Perhaps what the American people need to help them vote isn’t a piece of legislation. Perhaps they just need to be able to trust that they won’t be deprived of their right to vote because of poor quality information.
Here I am thinking: Why doesn’t this great nation just do what we do in my humble country being Denmark. We have a single public registration system covering all the citizen roles. When we have an election or referendum, they push the button and the ballots are written. That’s it. MDM at work.
But I guess this shows that often there are reasons outside the control of any data quality initiative that leads to that you just can’t copy a best practice from another organisation.
Also it reminds me that data quality solutions may work very in one country but be almost useless in another country.
As globalization moves forward this challenge becomes more and more important. Enterprises tend to standardize world wide on tools and services, shared service centres takes care of data covering many countries and so on. When an employee works with data from another country he often wrongly adapts his local standards to these data and there by challenges the data quality more than seen before.
So this is not easy, you have to both think and act global and local.
The Washington Post has more coverage of the election issues in this article by Mary Pat Flaherty.
Henrik, I’m jealous of your country’s system which seems to work so well. Ireland’s is supposed to work like that as well but is plagued by problems the quality of the information (see my personal blog for more details). 3 years ago we had an idea of how bad it was. Then the government ‘cleaned it up’ and now we have no idea how bad it really is. All we do know is that the defective processes and governance that caused the issue are still there. Next election cycle is next year (for local government and EU Parliament), and we probably have at least 1 referendum during that period as well. But the electoral register issue has faded from the radar (again).
The Brennan Center has a good post on its blog about how the problems in state and Federal databases, combined with lack of clarity on voter registration forms can exclude candidates from voting.
It can affect everyone… even Joe the Plumber (yes, that Joe the Plumber)
And here is an article from the ASQ website about the problems in 2000…
http://www.asq.org/advocacy/issues-actions/20041029electionprocess.html
This article (again from the Washington Post) suggests to me some ‘concerns’ in Virginia about electronic voting amongst other things.
http://www.washingtonpost.com/wp-dyn/content/article/2008/10/30/AR2008103004224.html
Cripes… this story I found on rawstory.com is a bit worrying. It highlights the importance of quality of information design as part of any information quality process.

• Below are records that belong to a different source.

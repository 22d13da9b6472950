import { createHash } from 'node:crypto';
import type { Request, RequestHandler } from 'express';
import { ipKeyGenerator, rateLimit, type ClientRateLimitInfo, type Options, type Store } from 'express-rate-limit';
import { QueryTypes, type Sequelize } from 'sequelize';
import type { RateLimitConfig } from '../config';
import { HttpError } from '../http/errors';
import type { LimiterName } from '../http/handler';

/**
 * An express-rate-limit store over MariaDB's `rate_limits` table, so every app server sharing the
 * database counts the same hits: a row per key with its hits and the end of its window. Times are
 * the database's (NOW(3)), so servers whose clocks differ still agree on when a window ends.
 */
export class MariaDbStore implements Store {
  /** Keys live in one table for every server: no counter is this process's alone. */
  readonly localKeys = false;
  private windowMs = 60_000;

  constructor(private readonly sequelize: Sequelize, readonly prefix: string) {}

  init(options: Options): void {
    this.windowMs = options.windowMs;
  }

  async get(key: string): Promise<ClientRateLimitInfo | undefined> {
    const [row] = await this.sequelize.query<{ hits: number; resetAt: Date }>(
      'SELECT hits, resetAt FROM rate_limits WHERE `key` = ? AND resetAt > NOW(3)',
      { replacements: [this.prefix + key], type: QueryTypes.SELECT },
    );
    return row ? { totalHits: row.hits, resetTime: row.resetAt } : undefined;
  }

  async increment(key: string): Promise<ClientRateLimitInfo> {
    const full = this.prefix + key;
    const window = this.windowMs * 1000; // microseconds, for TIMESTAMPADD
    // One statement, atomic per row under InnoDB's lock: a window that has ended starts again at 1.
    // NOTE: MariaDB assigns left to right, so `resetAt` in the hits expression is still the old one.
    await this.sequelize.query(
      'INSERT INTO rate_limits (`key`, hits, resetAt) VALUES (?, 1, TIMESTAMPADD(MICROSECOND, ?, NOW(3)))'
      + ' ON DUPLICATE KEY UPDATE hits = IF(resetAt <= NOW(3), 1, hits + 1),'
      + ' resetAt = IF(resetAt <= NOW(3), TIMESTAMPADD(MICROSECOND, ?, NOW(3)), resetAt)',
      { replacements: [full, window, window], type: QueryTypes.INSERT },
    );
    const [row] = await this.sequelize.query<{ hits: number; resetAt: Date }>(
      'SELECT hits, resetAt FROM rate_limits WHERE `key` = ?',
      { replacements: [full], type: QueryTypes.SELECT },
    );
    // Rows of windows long over are cleared now and then, by whichever server happens to count.
    if (Math.random() < 0.01) {
      await this.sequelize.query('DELETE FROM rate_limits WHERE resetAt < NOW(3) - INTERVAL 1 DAY', { type: QueryTypes.DELETE });
    }
    return { totalHits: row?.hits ?? 1, resetTime: row?.resetAt };
  }

  async decrement(key: string): Promise<void> {
    await this.sequelize.query(
      'UPDATE rate_limits SET hits = hits - 1 WHERE `key` = ? AND hits > 0 AND resetAt > NOW(3)',
      { replacements: [this.prefix + key], type: QueryTypes.UPDATE },
    );
  }

  async resetKey(key: string): Promise<void> {
    await this.sequelize.query('DELETE FROM rate_limits WHERE `key` = ?', { replacements: [this.prefix + key], type: QueryTypes.DELETE });
  }
}

/** The account a sign-in names, as a hash: the counter table never holds an e-mail address. */
function accountKey(req: Request): string {
  const email = typeof req.body?.email === 'string' ? req.body.email.trim().toLowerCase() : '';
  return createHash('sha256').update(email).digest('base64url');
}

/**
 * The limiters of the sensitive routes, each counting in MariaDB so the limits hold across servers:
 * sign-in failures per client address and per account (a sign-in that succeeds is not counted), and
 * sign-ups and reset requests per client address. The client address is `req.ip`, which follows
 * SHEDWRIGHT_TRUST_PROXY; IPv6 addresses count per /56, as express-rate-limit advises.
 */
export function createLimiters(config: RateLimitConfig, sequelize: Sequelize): Record<LimiterName, RequestHandler[]> {
  const make = (name: string, limit: number, what: string, extra: Partial<Options> = {}) => rateLimit({
    windowMs: config.windowMs,
    limit,
    standardHeaders: 'draft-8',
    legacyHeaders: false,
    store: new MariaDbStore(sequelize, `${config.namespace}${name}:`),
    keyGenerator: (req) => ipKeyGenerator(req.ip ?? ''),
    handler: (_req, _res, next) => next(new HttpError(429, 'rate_limited', `Too many ${what}; wait a few minutes and try again`)),
    ...extra,
  });
  return {
    signIn: [
      make('sign-in', config.signIn, 'sign-in attempts', { skipSuccessfulRequests: true }),
      make('sign-in-account', config.signInPerAccount, 'sign-in attempts for this account', {
        skipSuccessfulRequests: true,
        keyGenerator: accountKey,
      }),
    ],
    signUp: [make('sign-up', config.signUp, 'sign-ups from this address')],
    passwordReset: [make('reset', config.passwordReset, 'password reset requests')],
  };
}
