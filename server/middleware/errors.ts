import type { ErrorRequestHandler, RequestHandler } from 'express';
import { BaseError, ConnectionError } from 'sequelize';
import { ZodError } from 'zod';
import type { ApiError } from '../../shared/api/errors';
import { HttpError, notFound, validationError } from '../http/errors';

/**
 * Driver codes that mean the connection to MariaDB broke or the server is going away, as opposed to a
 * bad query. Names from the mariadb connector's error list (node_modules/mariadb/lib/misc/errors.js)
 * and MariaDB's server error codes 1053 and 1927.
 */
const CONNECTION_LOST = new Set([
  'ECONNREFUSED', 'ECONNRESET', 'EPIPE', 'ETIMEDOUT', 'PROTOCOL_CONNECTION_LOST', 'ER_SOCKET_UNEXPECTED_CLOSE',
  'ER_CONNECTION_ALREADY_CLOSED', 'ER_CONNECTION_TIMEOUT', 'ER_GET_CONNECTION_TIMEOUT', 'ER_SERVER_SHUTDOWN', 'ER_CONNECTION_KILLED',
  'ER_SOCKET_TIMEOUT',
]);

/** True for failures that come from the database being unreachable (stopped, restarting, network). */
function databaseUnavailable(err: unknown): boolean {
  if (err instanceof ConnectionError) return true;
  // Sequelize wraps the driver's error as `parent`; the driver marks connection-ending errors `fatal`.
  const driver = (err as { parent?: { code?: string; fatal?: boolean } } | null)?.parent;
  return err instanceof BaseError && !!driver && (driver.fatal === true || CONNECTION_LOST.has(driver.code ?? ''));
}

/** Known failures from libraries (body parser, CSRF, database) mapped to the contract's statuses. */
function toHttpError(err: unknown): HttpError | null {
  if (err instanceof HttpError) return err;
  if (err instanceof ZodError) return validationError(err);
  if (databaseUnavailable(err)) {
    return new HttpError(503, 'database_unavailable', 'The database is not reachable right now; try again in a moment.');
  }
  const e = err as { type?: string; code?: string; status?: number };
  if (e?.code === 'EBADCSRFTOKEN') return new HttpError(403, 'csrf', 'This page was open too long to save from. Reload the page and try again; nothing was changed.');
  if (e?.type === 'entity.parse.failed') return new HttpError(400, 'bad_request', 'The body is not valid JSON');
  if (e?.type === 'entity.too.large') return new HttpError(413, 'too_large', 'The body is too large');
  if (typeof e?.status === 'number' && e.status >= 400 && e.status < 500) {
    return new HttpError(e.status, 'bad_request', 'The request could not be read');
  }
  return null;
}

/**
 * Answers every error with the contract's JSON shape. An unexpected error goes on the request's log
 * line with its stack (request-log.ts keeps SQL and values out of it); bodies are never logged.
 */
export const errorHandler: ErrorRequestHandler = (err, _req, res, _next) => {
  const known = toHttpError(err);
  if (!known) res.err = err instanceof Error ? err : new Error(String(err));
  if (res.headersSent) return;
  const http = known ?? new HttpError(500, 'internal', 'Something went wrong on the server');
  const body: ApiError = { error: { code: http.code, message: http.message, ...(http.fields ? { fields: http.fields } : {}) } };
  if (http.status === 503) res.set('Retry-After', '5');
  res.status(http.status).json(body);
};

/** Unknown paths answer 404 JSON (under /api this comes before the client's index.html fallback). */
export const routeNotFound: RequestHandler = (_req, _res, next) => next(notFound('No such route'));
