import type { RequestHandler } from 'express';
import multer from 'multer';
import { HttpError } from '../http/errors';

/**
 * Accepts one file in the form field "file", held in memory (never written where the web server
 * serves files); larger than `maxBytes` is a 413, anything else multer refuses is a 400.
 */
export function singleFileUpload(maxBytes: number): RequestHandler {
  const handle = multer({ storage: multer.memoryStorage(), limits: { fileSize: maxBytes, files: 1, fields: 10, fieldSize: 1000 } }).single('file');
  return (req, res, next) => {
    handle(req, res, (err: unknown) => {
      if (!err) return next();
      if (err instanceof multer.MulterError) {
        if (err.code === 'LIMIT_FILE_SIZE') {
          return next(new HttpError(413, 'too_large', `The file is larger than ${Math.round(maxBytes / 1024 / 1024)} MB`));
        }
        return next(new HttpError(400, 'bad_request', `The upload could not be read: ${err.message}`));
      }
      next(err);
    });
  };
}
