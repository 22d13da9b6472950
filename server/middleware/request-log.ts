import { randomUUID } from 'node:crypto';
import type { IncomingMessage, ServerResponse } from 'node:http';
import type { RequestHandler } from 'express';
import pino, { type Logger } from 'pino';
import { pinoHttp } from 'pino-http';
import { BaseError } from 'sequelize';

/** Where log lines go: standard output, or a file (appended). Level `silent` writes nothing. */
export interface LogConfig {
  level: string;
  file: string | null;
  /**
   * Write each line before the request's answer is done (tests read the log right after a request);
   * otherwise lines are written in the background, off the request's path, and flushed at the stop.
   */
  sync?: boolean;
}

/** One JSON object per line (pino), to standard output or the configured file. */
export function createLogger(config: LogConfig): Logger {
  const destination = pino.destination({ dest: config.file ?? 1, append: true, mkdir: true, sync: config.sync ?? false });
  return pino({ level: config.level, base: { pid: process.pid }, timestamp: pino.stdTimeFunctions.isoTime }, destination);
}

/** A client's own request id is kept when it is a plain short token (letters, digits, dot, dash, underscore). */
const CLIENT_ID = /^[\w.-]{8,64}$/;

/** Path segments as long as a share link's or a reset's token: replaced in logged paths. */
const TOKEN_SEGMENT = /\/[\w-]{20,}(?=\/|$)/g;

/**
 * The path a log line names: long token-like segments (share links) become `:token`, and query
 * values are dropped (their names stay), so no token or typed text reaches the log.
 */
export function loggedPath(url: string): string {
  const [path, query] = url.split('?', 2);
  const names = query ? [...new URLSearchParams(query).keys()] : [];
  return path.replace(TOKEN_SEGMENT, '/:token') + (names.length ? `?${names.map((n) => `${n}=…`).join('&')}` : '');
}

/**
 * What the log keeps of an unexpected error: its kind, message and stack. A database error's
 * message holds its SQL and with it the query's values (a draft, a name, an e-mail): its message
 * is reduced to its kind and the server's error code, and the stack keeps only the frames.
 */
export function loggableError(given: unknown): { type: string; message: string; stack: string } {
  // pino-http hands its error serialiser pino's own serialisation, with the error itself as `raw`.
  const err = (given as { raw?: unknown } | null)?.raw ?? given;
  if (!(err instanceof Error)) return { type: typeof err, message: String(err), stack: '' };
  const frames = (err.stack ?? '').split('\n').filter((line) => /^\s+at /.test(line)).join('\n');
  if (err instanceof BaseError || 'sql' in err) {
    const driver = ((err as { parent?: unknown }).parent ?? err) as { code?: unknown; errno?: unknown };
    const message = [err.name, driver.code, driver.errno !== undefined ? `errno ${String(driver.errno)}` : undefined].filter(Boolean).join(' ');
    return { type: err.name, message, stack: `${message}\n${frames}` };
  }
  return { type: err.name, message: err.message, stack: err.stack ?? err.message };
}

/**
 * pino-http with one line per request: its id (the caller's X-Request-Id when plain, else a new
 * UUID, sent back as X-Request-Id), method, path without values, status, time taken and the client
 * address; the error with its stack for every 500. Headers (cookies, CSRF tokens) and bodies
 * (passwords, drafts) are never logged: the request and response serialisers name what to keep.
 */
export function requestLog(logger: Logger): RequestHandler {
  return pinoHttp({
    logger,
    genReqId: (req: IncomingMessage, res: ServerResponse) => {
      const given = req.headers['x-request-id'];
      const id = typeof given === 'string' && CLIENT_ID.test(given) ? given : randomUUID();
      res.setHeader('X-Request-Id', id);
      return id;
    },
    customLogLevel: (_req, res, err) => (err || res.statusCode >= 500 ? 'error' : 'info'),
    customSuccessMessage: () => 'request',
    customErrorMessage: () => 'request failed',
    customAttributeKeys: { reqId: 'id' },
    quietReqLogger: true,
    serializers: {
      req: (req: { method: string; url: string; raw?: { ip?: string } }) => ({ method: req.method, path: loggedPath(req.url), ip: req.raw?.ip }),
      res: (res: { statusCode: number }) => ({ status: res.statusCode }),
      err: loggableError,
    },
  }) as unknown as RequestHandler;
}
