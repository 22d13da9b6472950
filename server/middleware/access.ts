import type { NextFunction, Request, Response } from 'express';
import { roleRank, type StudioRole } from '../../shared/api/auth';
import type { AppContext } from '../context';
import type { RouteSpec } from '../http/handler';
import { draftRole } from '../services/drafts';
import { studioRole } from '../services/studios';
import { forbidden, HttpError, notFound } from '../http/errors';

const signedOut = () => new HttpError(401, 'unauthenticated', 'Sign in first');

/** 401 for a route that needs a signed-in caller. */
export function siteAccess(spec: RouteSpec) {
  return (req: Request, _res: Response, next: NextFunction) => {
    if (spec.minimumRole !== 'public' && !req.user) return next(signedOut());
    next();
  };
}

/**
 * The caller's role on the route's resource (`:id`), checked against the route's minimum studio role.
 * Site admins get no studio powers from being admins: a studio's content is its members' business.
 */
export async function resourceRole(
  spec: RouteSpec, app: AppContext, userId: number, params: { id?: number; userId?: number },
): Promise<StudioRole | null> {
  const minimum = spec.minimumRole;
  if (minimum === 'public' || minimum === 'user') return null;
  if (params.id === undefined) throw new Error(`${spec.method} ${spec.path}: a studio role needs an :id`);
  const role = spec.resource === 'draft'
    ? await draftRole(app.models, userId, params.id, { inBin: spec.inBin === true })
    : await studioRole(app.models, userId, params.id);
  if (!role) throw notFound(spec.resource === 'draft' ? 'No such draft' : 'No such studio');
  const self = spec.allowSelf && params.userId === userId;
  if (roleRank(role) < roleRank(minimum) && !self) throw forbidden(`Needs the ${minimum} role in this studio`);
  return role;
}
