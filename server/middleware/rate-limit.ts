import { rateLimit } from 'express-rate-limit';
import type { RateLimitConfig } from '../config';
import { HttpError } from '../http/errors';

/** One limiter per kind of sensitive route, counting per client address within the window. */
export function createLimiters(config: RateLimitConfig) {
  const make = (limit: number, what: string) => rateLimit({
    windowMs: config.windowMs,
    limit,
    standardHeaders: 'draft-8',
    legacyHeaders: false,
    handler: (_req, _res, next) => next(new HttpError(429, 'rate_limited', `Too many ${what}; wait a few minutes and try again`)),
  });
  return {
    signIn: make(config.signIn, 'sign-in attempts'),
    passwordReset: make(config.passwordReset, 'password reset requests'),
    signUp: make(config.signUp, 'sign-ups from your address'),
  };
}
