import type { Request, Response } from 'express';
import passport from 'passport';
import { Strategy as LocalStrategy } from 'passport-local';
import type { Models, UserRow } from '../models';
import { accountOf } from '../models/access';
import { checkCredentials } from '../services/auth';

/**
 * A passport instance per app (not the global one), so apps on different databases can coexist in tests.
 * Only the user id goes into the session; each request reads the account from MariaDB, so a deleted
 * account or a changed role takes effect at once on every server.
 */
export function createPassport(models: Models): passport.PassportStatic {
  const instance = new passport.Passport() as passport.PassportStatic;
  instance.use(new LocalStrategy({ usernameField: 'email', passwordField: 'password', session: true },
    (email, password, done) => {
      checkCredentials(models, email, password)
        .then((row) => done(null, row ? accountOf(row) : false))
        .catch(done);
    }));
  instance.serializeUser((user, done) => done(null, user.id));
  instance.deserializeUser((id: number, done) => {
    models.access.account(id)
      .then((account) => done(null, account ?? false))
      .catch(done);
  });
  return instance;
}

/** Runs the local strategy on the (already validated) body; resolves to the user or null. */
export function authenticateLocal(pp: passport.PassportStatic, req: Request, res: Response): Promise<Express.User | null> {
  return new Promise((resolve, reject) => {
    pp.authenticate('local', { session: false }, (err: unknown, user: Express.User | false) => {
      if (err) reject(err);
      else resolve(user || null);
    })(req, res, reject);
  });
}

/** Signs the user in; passport regenerates the session id, which defeats session fixation. */
export function logIn(req: Request, user: Express.User | UserRow): Promise<void> {
  const plain = 'passwordHash' in user ? accountOf(user) : user;
  return new Promise((resolve, reject) => req.login(plain, (err) => (err ? reject(err) : resolve())));
}

/** Signs out; passport also regenerates the session. */
export function logOut(req: Request): Promise<void> {
  return new Promise((resolve, reject) => req.logout((err) => (err ? reject(err) : resolve())));
}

http://rawstory.com/rawreplay/?p=2316
As I understand the US public registration of citizens – and also the Irish – you can have a row with your name, address and birthday in several different registers, like an Electoral Register, a Driver License Register, a Social Security Register and so on. And then of course the names, addresses, birthdays could differ between these registers.
How to fix this is one of the first things you learn about data modelling, and also a core practice in Master Data Management. What you do is having one register with a unique key for each person born in, moving to, working in a country. Name, address, birthday, gender, nationality will be obvious attributes. Then electoral authorities, driving license issuers, social security administration may have additional information needed for their specific area, but always referencing a citizen with the unique key – and thereby having name, address and birthday from the master.
I know I am very naïve disregarding constitutions, politics, traditions, and so on, but as said, this is basicly how it have been working in Denmark for 40 years now.